**DESCRIPTION OF THE TASK**
Copy out, from the data, each line containing the string "Objects".

**SOURCE DATA**
□ □ □

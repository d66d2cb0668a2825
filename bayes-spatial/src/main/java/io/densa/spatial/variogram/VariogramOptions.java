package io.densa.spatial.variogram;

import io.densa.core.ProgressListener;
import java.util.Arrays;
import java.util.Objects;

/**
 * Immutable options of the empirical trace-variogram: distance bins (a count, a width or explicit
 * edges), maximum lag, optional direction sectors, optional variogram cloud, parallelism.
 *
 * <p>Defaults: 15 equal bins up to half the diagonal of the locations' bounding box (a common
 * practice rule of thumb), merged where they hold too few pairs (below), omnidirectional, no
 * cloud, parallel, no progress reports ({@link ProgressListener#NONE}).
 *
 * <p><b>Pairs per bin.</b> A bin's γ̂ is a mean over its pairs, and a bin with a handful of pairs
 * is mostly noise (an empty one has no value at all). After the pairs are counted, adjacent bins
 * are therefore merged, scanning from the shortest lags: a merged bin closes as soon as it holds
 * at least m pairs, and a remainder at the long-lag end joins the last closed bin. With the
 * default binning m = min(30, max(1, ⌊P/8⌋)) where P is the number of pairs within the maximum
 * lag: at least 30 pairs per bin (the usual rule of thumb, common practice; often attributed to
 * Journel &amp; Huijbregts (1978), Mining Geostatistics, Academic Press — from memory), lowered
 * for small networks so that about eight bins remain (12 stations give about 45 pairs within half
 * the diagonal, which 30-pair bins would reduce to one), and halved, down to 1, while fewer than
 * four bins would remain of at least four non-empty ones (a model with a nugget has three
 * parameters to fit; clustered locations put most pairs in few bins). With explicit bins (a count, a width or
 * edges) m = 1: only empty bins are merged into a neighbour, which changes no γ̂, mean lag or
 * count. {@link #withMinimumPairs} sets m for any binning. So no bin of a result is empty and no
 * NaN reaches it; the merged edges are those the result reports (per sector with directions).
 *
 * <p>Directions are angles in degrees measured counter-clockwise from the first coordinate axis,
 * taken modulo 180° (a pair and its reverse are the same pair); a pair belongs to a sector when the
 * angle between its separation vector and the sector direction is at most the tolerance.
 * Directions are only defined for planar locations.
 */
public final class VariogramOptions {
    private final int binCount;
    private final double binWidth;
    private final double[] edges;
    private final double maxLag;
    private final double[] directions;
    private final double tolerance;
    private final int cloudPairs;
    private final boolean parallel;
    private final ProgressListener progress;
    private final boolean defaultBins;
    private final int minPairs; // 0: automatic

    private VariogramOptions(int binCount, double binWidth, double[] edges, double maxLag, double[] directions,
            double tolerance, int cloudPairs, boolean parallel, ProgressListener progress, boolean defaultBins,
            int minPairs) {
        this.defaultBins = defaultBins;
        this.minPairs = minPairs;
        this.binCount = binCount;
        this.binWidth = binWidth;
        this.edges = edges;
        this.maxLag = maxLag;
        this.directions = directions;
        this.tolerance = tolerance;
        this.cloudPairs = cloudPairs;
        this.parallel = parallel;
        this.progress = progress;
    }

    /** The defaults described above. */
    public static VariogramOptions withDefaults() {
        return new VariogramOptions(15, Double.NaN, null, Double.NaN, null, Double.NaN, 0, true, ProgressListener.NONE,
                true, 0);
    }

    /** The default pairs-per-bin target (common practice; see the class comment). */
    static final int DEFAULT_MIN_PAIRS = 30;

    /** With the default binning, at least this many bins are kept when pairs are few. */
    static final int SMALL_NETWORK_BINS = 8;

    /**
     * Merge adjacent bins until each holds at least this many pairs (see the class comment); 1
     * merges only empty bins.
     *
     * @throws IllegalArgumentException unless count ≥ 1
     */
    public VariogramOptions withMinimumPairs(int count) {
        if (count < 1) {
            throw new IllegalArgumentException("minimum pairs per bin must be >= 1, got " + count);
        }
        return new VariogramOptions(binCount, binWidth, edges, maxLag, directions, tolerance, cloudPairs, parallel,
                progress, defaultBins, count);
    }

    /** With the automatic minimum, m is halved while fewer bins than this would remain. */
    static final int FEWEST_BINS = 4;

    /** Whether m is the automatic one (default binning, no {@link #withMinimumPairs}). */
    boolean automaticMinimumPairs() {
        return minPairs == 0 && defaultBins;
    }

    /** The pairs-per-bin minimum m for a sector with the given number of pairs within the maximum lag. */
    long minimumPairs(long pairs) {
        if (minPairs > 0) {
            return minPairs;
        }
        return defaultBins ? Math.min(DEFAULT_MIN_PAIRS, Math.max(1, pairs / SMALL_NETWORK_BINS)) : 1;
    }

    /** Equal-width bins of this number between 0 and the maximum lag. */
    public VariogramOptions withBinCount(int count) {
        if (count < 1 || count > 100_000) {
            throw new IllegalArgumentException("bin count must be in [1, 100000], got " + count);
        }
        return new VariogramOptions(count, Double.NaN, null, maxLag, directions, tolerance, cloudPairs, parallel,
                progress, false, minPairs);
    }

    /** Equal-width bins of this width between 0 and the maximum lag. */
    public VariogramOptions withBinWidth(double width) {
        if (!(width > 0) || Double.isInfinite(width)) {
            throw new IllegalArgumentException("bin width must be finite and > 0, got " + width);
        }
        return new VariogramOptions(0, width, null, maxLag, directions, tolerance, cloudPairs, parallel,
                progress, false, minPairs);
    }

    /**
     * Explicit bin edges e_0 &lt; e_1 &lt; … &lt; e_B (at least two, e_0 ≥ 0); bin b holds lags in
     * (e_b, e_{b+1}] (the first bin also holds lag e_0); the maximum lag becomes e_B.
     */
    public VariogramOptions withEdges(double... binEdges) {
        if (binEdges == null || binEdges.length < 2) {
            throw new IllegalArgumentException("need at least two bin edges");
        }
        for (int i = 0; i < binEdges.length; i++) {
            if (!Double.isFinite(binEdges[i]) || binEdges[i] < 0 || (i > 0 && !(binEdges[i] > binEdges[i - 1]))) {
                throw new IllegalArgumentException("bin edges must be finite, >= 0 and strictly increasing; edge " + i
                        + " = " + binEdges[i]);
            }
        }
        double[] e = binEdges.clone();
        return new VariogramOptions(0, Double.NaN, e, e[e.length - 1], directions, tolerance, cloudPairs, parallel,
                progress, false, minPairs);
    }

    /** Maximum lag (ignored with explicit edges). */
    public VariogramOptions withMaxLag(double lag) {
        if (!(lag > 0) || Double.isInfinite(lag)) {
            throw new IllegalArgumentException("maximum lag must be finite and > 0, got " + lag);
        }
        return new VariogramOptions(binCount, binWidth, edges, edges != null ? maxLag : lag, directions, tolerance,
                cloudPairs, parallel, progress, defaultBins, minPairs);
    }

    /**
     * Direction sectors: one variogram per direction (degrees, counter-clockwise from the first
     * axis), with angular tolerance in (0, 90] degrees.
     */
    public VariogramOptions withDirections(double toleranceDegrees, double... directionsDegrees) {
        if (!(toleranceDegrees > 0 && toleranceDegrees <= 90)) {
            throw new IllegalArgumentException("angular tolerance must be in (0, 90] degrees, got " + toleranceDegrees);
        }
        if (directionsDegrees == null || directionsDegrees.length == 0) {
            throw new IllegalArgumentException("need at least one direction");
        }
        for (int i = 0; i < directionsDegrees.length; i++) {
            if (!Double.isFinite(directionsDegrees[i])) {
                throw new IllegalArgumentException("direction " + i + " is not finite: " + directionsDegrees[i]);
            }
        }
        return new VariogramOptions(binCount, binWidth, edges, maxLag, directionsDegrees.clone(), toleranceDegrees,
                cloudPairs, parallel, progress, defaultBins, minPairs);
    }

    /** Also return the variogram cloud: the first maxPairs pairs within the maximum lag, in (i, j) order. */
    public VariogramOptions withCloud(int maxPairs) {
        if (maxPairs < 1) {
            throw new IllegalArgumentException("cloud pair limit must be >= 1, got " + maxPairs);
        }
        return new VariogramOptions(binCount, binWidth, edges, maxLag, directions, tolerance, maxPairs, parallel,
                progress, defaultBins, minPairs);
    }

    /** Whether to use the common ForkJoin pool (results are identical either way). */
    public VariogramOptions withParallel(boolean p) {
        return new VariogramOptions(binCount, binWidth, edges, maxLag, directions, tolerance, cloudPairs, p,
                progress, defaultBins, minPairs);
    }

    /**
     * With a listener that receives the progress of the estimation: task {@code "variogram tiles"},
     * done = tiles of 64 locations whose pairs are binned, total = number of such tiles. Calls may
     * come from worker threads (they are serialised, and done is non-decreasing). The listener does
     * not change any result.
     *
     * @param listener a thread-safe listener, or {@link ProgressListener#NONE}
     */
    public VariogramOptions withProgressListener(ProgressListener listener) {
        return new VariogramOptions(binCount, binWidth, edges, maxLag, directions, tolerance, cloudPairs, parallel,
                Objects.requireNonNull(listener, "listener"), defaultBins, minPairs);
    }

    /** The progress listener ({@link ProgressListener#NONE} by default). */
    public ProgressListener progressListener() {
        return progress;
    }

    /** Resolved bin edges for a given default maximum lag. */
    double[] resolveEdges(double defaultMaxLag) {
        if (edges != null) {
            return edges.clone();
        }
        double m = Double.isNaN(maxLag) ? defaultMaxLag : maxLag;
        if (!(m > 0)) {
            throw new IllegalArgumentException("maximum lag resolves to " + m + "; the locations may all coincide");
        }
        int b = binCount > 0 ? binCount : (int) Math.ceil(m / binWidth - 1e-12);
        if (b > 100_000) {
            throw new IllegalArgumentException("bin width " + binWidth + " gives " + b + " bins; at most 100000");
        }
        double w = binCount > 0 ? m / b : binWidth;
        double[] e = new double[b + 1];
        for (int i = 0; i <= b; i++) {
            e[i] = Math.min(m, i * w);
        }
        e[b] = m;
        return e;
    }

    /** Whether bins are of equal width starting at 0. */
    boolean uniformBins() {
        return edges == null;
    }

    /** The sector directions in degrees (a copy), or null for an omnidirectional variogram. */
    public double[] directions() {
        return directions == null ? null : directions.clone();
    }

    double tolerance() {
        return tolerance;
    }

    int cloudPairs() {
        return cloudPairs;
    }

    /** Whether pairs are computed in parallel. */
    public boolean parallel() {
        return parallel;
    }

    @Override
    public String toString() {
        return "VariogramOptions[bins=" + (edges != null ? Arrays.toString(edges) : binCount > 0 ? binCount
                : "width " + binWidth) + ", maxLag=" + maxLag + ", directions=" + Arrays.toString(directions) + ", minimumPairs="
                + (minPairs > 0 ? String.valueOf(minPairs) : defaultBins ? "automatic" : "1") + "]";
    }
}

□ □ □

**COMPLETED EXERCISE**
import java.util.Objects;
                Objects.requireNonNull(listener, "listener"), defaultBins, minPairs);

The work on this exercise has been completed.